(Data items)
// AudioRig: the one Tone.js graph of a rehearsal (DESIGN.md §5). It follows the engine and never
// decides what a step does. A live rig (the rehearsal room, the sounds page) applies each event's
// changes at the next render quantum; an exact rig (replay, offline render) schedules them at the
// event's time on a frame, plus a look-ahead when it runs in real time. All changes of one event
// land on the same audio frame.
import { getContext, setContext, type BaseContext } from 'tone';
import type { RackReach } from '$lib/engine/reach';
import { DECK_IDS, type DeckId, type RigChange, type RigState } from '$lib/engine/types';
import { BeatClock } from './beat-clock';
import { DeckChannel } from './deck';
import { loadCrusher } from './effects/crusher-worklet';
import type { DemoLoop } from './loops/patterns';
import { MasterBus } from './master';
import { quietRig, writeChange, type Touched } from './rig-state';
import { changeTime, onFrame } from './schedule-time';

/**
 * Seconds between an event's time and when its changes sound in a real-time exact rig (replay
 * following its cursor): changes keep their spacing even when a frame hands over several.
 */
export const LOOK_AHEAD = 0.04;

/**
 * Effect instances a live rig builds ahead of play at most (a mapping reaching further builds the
 * rest on first use). Each waits with its input unplugged, so it costs memory, not render time.
 */
export const PREPARE_BUDGET = 96;

export interface AudioRigOptions {
	tempo?: number;
	/** Context time of the session clock's zero (ms 0 of RigChange.t). */
	origin?: number;
	/** Live: changes sound at the next render quantum. Otherwise at their event time (exact). */
	live?: boolean;
	/** Exact rigs only; default LOOK_AHEAD in real time, 0 offline. */
	lookAhead?: number;
	state?: RigState;
}

export class AudioRig {
	readonly context: BaseContext;
	readonly master = new MasterBus();
	readonly clock: BeatClock;
	readonly decks: Record<DeckId, DeckChannel>;
	readonly lookAhead: number;
	readonly live: boolean;
	origin: number;
	/** Context time the last event's changes were scheduled at (measured by the benchmark). */
	lastScheduled = -1;
	#state: RigState;

	/** Builds the rig on the current Tone context once its worklets are loaded. */
	static async create(options: AudioRigOptions = {}): Promise<AudioRig> {
		const context = getContext();
		await loadCrusher(context);
		return within(context, () => new AudioRig(context, options));
	}

	private constructor(
		context: BaseContext,
		{ tempo = 120, origin = 0, live = false, lookAhead, state = quietRig() }: AudioRigOptions
	) {
		this.context = context;
		this.origin = origin;
		this.live = live;
		this.lookAhead = live ? 0 : (lookAhead ?? (context.isOffline ? 0 : LOOK_AHEAD));
		this.clock = new BeatClock(tempo, origin);
		const racks = state.racks.length;
		this.decks = Object.fromEntries(DECK_IDS.map((d) => [d, new DeckChannel(d, this.clock, racks)])) as Record<
			DeckId,
			DeckChannel
		>;
		for (const d of DECK_IDS) this.decks[d].output.connect(this.master.input);
		this.#state = structuredClone(state);
		this.sync(this.#state, origin);
	}

	get state(): RigState {
		return this.#state;
	}

	get tempo(): number {
		return this.clock.bpmAt(this.context.currentTime);
	}

	/** The context time a change at session time `t` (ms) sounds at in an exact rig: on a frame. */
	timeOf(t: number): number {
		return onFrame(this.origin + t / 1000 + this.lookAhead, this.context.sampleRate);
	}

	/** When an event at session time `t` sounds: the next render quantum live, its own time otherwise. */
	scheduleAt(t: number): number {
		return changeTime(this.context, this.live, this.origin + t / 1000 + this.lookAhead);
	}

	/** Follows a list of engine changes; consecutive changes of one event share one time. */
	apply(changes: readonly RigChange[]): void {
		within(this.context, () => this.#apply(changes));
	}

	#apply(changes: readonly RigChange[]) {
		let i = 0;
		while (i < changes.length) {
			const event = changes[i].event;
			const time = this.scheduleAt(changes[i].t);
			this.lastScheduled = time;
			const touched: Touched = { racks: new Set(), decks: new Set() };
			for (; i < changes.length && changes[i].event === event; i++) writeChange(this.#state, changes[i], touched);
			this.#follow(touched, time);
		}
	}

	/** Takes over a whole state at once (a session starting, a seek in replay). */
	sync(state: RigState, time = this.context.currentTime): void {
		this.#state = structuredClone(state);
		for (const d of DECK_IDS) this.decks[d].ensureRacks(state.racks.length);
		const touched = { racks: new Set(state.racks.map((_, i) => i)), decks: new Set<string>(DECK_IDS) };
		within(this.context, () => this.#follow(touched, time));
	}

	/**
	 * Builds ahead of play the inserts and effect instances a mapping may use (engine
	 * `mappingReach`), so no press waits for nodes to be made. Answers how many instances it built.
	 */
	prepare(reach: readonly RackReach[], budget = PREPARE_BUDGET): number {
		return within(this.context, () => {
			let built = 0;
			reach.forEach((rack, r) => {
				for (const d of rack.decks) {
					this.decks[d].ensureRacks(r + 1);
					built += this.decks[d].inserts[r].prepare(rack.effects, budget - built);
				}
			});
			return built;
		});
	}

	setTempo(bpm: number, time = this.context.currentTime): void {
		this.clock.setTempo(bpm, time);
		within(this.context, () => DECK_IDS.forEach((d) => this.decks[d].retime(time)));
	}

	setLoop(deck: DeckId, loop: DemoLoop | null, time = this.context.currentTime): void {
		within(this.context, () => this.decks[deck].setLoop(loop, time));
	}

	/**
	 * Marks the rig as running from the clock's origin. Nothing waits for it any more: beat-synced
	 * effects read the beat clock itself, not Tone's transport (whose ticks cost script time all
	 * through an offline render).
	 */
	startClock(): void {}

	#follow(touched: Touched, time: number) {
		for (const r of touched.racks) {
			const rack = this.#state.racks[r];
			if (rack) for (const d of DECK_IDS) this.decks[d].ensureRacks(r + 1);
			if (rack) for (const d of DECK_IDS) this.decks[d].inserts[r].follow(rack, time);
		}
		for (const d of touched.decks) {
			const deck = this.#state.decks[d as DeckId];
			if (deck) this.decks[d as DeckId].setPlaying(deck.playing, time);
		}
	}

	dispose(): void {
		for (const d of DECK_IDS) this.decks[d].dispose();
		this.master.dispose();
	}
}

/**
 * Runs `build` with `context` as Tone's current context. Tone nodes take the current context when
 * made, and a live rig and an offline render (WAV export) can both exist on one page.
 */
function within<T>(context: BaseContext, build: () => T): T {
	const previous = getContext();
	if (previous === context) return build();
	setContext(context);
	try {
		return build();
	} finally {
		setContext(previous);
	}
}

Task
Select all lines with the word "nodes" from the entries above.

Your solution
	 * `mappingReach`), so no press waits for nodes to be made. Answers how many instances it built.
 * Runs `build` with `context` as Tone's current context. Tone nodes take the current context when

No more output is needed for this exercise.